### TASK TO CARRY OUT
Could you print exactly the lines of the listing below, starting at the line that has "the record append-only." and ending at the line that has "connection.pragma('busy_timeout = 5000');", and only those lines?

### DATA FOR REVIEW
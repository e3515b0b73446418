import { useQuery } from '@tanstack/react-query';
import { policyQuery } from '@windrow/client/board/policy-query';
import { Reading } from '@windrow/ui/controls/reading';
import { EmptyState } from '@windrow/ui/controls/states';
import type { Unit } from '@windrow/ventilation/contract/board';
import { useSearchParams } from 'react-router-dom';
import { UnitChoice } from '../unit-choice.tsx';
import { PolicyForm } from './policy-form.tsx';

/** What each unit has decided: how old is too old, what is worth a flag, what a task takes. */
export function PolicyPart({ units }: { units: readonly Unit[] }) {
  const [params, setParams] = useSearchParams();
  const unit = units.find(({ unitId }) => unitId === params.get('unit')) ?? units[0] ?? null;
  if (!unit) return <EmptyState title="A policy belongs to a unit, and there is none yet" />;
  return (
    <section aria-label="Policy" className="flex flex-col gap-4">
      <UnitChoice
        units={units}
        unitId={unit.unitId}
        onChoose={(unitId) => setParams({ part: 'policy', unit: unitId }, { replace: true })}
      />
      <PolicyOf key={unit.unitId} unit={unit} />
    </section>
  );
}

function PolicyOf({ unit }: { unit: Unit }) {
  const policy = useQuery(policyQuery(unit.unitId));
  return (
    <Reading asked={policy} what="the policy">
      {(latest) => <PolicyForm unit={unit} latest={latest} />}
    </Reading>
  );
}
* * *
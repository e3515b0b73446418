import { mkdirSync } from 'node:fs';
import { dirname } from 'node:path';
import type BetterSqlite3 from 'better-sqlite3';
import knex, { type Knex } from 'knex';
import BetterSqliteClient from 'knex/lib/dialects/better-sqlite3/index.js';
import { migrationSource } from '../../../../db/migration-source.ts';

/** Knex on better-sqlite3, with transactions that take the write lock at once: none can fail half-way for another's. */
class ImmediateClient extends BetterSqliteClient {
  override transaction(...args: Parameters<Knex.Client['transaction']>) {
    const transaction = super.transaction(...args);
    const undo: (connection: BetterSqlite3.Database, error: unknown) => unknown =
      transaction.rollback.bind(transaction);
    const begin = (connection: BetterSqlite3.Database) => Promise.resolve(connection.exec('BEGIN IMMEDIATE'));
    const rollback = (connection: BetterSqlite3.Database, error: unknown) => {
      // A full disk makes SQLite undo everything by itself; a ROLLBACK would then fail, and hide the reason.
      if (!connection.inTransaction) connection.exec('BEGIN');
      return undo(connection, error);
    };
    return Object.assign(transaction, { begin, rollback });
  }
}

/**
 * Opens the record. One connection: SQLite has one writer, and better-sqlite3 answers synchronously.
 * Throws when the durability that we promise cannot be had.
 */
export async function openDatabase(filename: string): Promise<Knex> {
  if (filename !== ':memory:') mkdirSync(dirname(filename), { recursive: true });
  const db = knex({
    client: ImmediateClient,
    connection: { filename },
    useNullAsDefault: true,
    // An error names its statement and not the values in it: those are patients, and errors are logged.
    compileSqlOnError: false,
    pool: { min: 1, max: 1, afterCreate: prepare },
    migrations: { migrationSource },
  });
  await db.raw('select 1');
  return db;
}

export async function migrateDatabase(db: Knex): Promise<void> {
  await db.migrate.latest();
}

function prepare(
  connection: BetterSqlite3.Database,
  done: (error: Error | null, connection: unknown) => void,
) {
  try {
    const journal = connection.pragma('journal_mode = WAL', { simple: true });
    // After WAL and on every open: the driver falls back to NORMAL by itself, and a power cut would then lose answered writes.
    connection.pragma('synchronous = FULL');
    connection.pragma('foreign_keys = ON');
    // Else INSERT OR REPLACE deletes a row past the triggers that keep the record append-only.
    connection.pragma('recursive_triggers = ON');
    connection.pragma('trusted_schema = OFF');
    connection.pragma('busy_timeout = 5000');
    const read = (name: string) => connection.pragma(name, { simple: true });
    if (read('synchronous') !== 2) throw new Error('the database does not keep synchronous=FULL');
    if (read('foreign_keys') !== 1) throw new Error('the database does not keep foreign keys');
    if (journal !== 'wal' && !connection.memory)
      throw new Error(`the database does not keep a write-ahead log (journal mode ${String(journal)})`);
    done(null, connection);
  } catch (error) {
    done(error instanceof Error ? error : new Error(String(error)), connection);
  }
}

### WRITTEN ANSWER
    // Else INSERT OR REPLACE deletes a row past the triggers that keep the record append-only.
    connection.pragma('recursive_triggers = ON');
    connection.pragma('trusted_schema = OFF');
    connection.pragma('busy_timeout = 5000');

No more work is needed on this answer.